This section provides background information related to the present disclosure, which is not necessarily prior art.
Although systems exist for automated or self-driving vehicles, such systems can have difficulty with decision making in complicated or uncertain situations involving dynamic objects, such as other traffic participants, pedestrians, etc. For example, automated or self-driving vehicles can exhibit seemingly unnatural behavior in certain complicated or uncertain situations involving dynamic objects.
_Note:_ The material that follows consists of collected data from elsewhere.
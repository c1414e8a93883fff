/**
 * The headless command: `npm run --silent sim -- FILE.json [--variant NAME] [--check]`.
 * Prints exactly one JSON document on stdout: the results, or `{"error": {code, message, part?, net?}}` with exit
 * status 2 on bad input (3 on an internal failure). Never a stack trace.
 */
import { readFileSync } from "node:fs";
import { parseCircuitJson } from "./circuit/json";
import { isSimError } from "./errors";
import type { ErrorDocument } from "./results";
import { runCircuit } from "./run";

export const EXIT_BAD_INPUT = 2;
export const EXIT_INTERNAL = 3;
/** With --check: a target of the file is not met (the document is printed as usual, with its `checks`). */
export const EXIT_TARGET_FAILED = 1;

const USAGE = `Usage: npm run --silent sim -- FILE.json [--variant NAME] [--check]

Runs the analyses a Backplate circuit file asks for (or op, ac and noise when it asks for none)
and prints one JSON document on stdout.

  --variant NAME   apply one of the file's variants first
  --check          exit with status 1 when a target in the file's "targets" is not met
  --help           print this text

Exit status: 0 with results (with --check: and every target met); 1 with --check when a target
fails; 2 on bad input, printing {"error": {"code", "message", "part"?, "net"?}};
3 when the engine itself fails.`;

class UsageError extends Error {}

interface Arguments {
  file?: string;
  variant?: string;
  help: boolean;
  check: boolean;
}

function parseArguments(argv: readonly string[]): Arguments {
  const args: Arguments = { help: false, check: false };
  for (let i = 0; i < argv.length; i += 1) {
    const arg = argv[i];
    if (arg === "--help" || arg === "-h") args.help = true;
    else if (arg === "--check") args.check = true;
    else if (arg === "--variant" || arg.startsWith("--variant=")) {
      const name = arg === "--variant" ? argv[++i] : arg.slice("--variant=".length);
      if (name === undefined || name === "") throw new UsageError("--variant needs a variant name: --variant NAME.");
      args.variant = name;
    } else if (arg.startsWith("-") && arg !== "-") {
      throw new UsageError(`Unknown option ${arg}. The options are --variant NAME, --check and --help.`);
    } else if (args.file === undefined) args.file = arg;
    else throw new UsageError(`One circuit file at a time: got ${args.file} and ${arg}.`);
  }
  return args;
}

function print(document: unknown): void {
  process.stdout.write(`${JSON.stringify(document, null, 2)}\n`);
}

function fail(code: string, message: string, where: { part?: string; net?: string; field?: string } = {}): number {
  const error: ErrorDocument["error"] = { code, message, ...where };
  print({ error });
  return code === "internal_error" ? EXIT_INTERNAL : EXIT_BAD_INPUT;
}

function main(argv: readonly string[]): number {
  let args: Arguments;
  try {
    args = parseArguments(argv);
  } catch (error) {
    return fail("invalid_arguments", `${(error as Error).message}\n\n${USAGE}`);
  }
  if (args.help) {
    process.stdout.write(`${USAGE}\n`);
    return 0;
  }
  if (args.file === undefined) return fail("invalid_arguments", `Name a circuit file.\n\n${USAGE}`);
  let text: string;
  try {
    text = readFileSync(args.file, "utf8");
  } catch (error) {
    const reason =
      (error as NodeJS.ErrnoException).code === "ENOENT" ? "there is no such file" : (error as Error).message;
    return fail("unreadable_file", `Cannot read ${args.file}: ${reason}.`);
  }
  try {
    const document = runCircuit(parseCircuitJson(text), { variant: args.variant });
    print(document);
    const failed = (document.checks ?? []).some((check) => !check.pass);
    return args.check && failed ? EXIT_TARGET_FAILED : 0;
  } catch (error) {
    if (isSimError(error)) {
      const { code, message, ...where } = error.toJSON();
      return fail(code, message, where);
    }
    return fail("internal_error", `The engine failed on this file: ${(error as Error)?.message ?? String(error)}.`);
  }
}

process.exitCode = main(process.argv.slice(2));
Further, conventional planning for an automated or self-driving vehicle generally includes a route planner and a trajectory planner. The route planner determines a global route plan to a destination and the trajectory planner generates an optimal vehicle path for a short time period, such as several seconds, for following the global route plan. Direct optimization of a vehicle trajectory based on a global route plan with consideration for situational awareness (or naturality) over even a few seconds of trajectory can be difficult to perform due to multiple uncertain factors, such as a surrounding vehicle accelerating rapidly, a pedestrian moving into the vehicle's path, etc. For example, when an obstacle or an uncertain environment is introduced, the traditional trajectory planner may attempt to construct an alternative short-term path. In particularly complicated driving areas with high uncertainty and dynamic objects, however, the trajectory planner may need to frequently and iteratively construct alternative paths and, in such case, the motion planning may become intractable and/or time consuming. Furthermore, purely planning a short term path may lead to collisions since it does not consider uncertainty in the intentions of dynamic obstacles and also does not plan to take actions that disambiguate uncertainty, such as honking to attract the attention of a pedestrian crossing over without looking.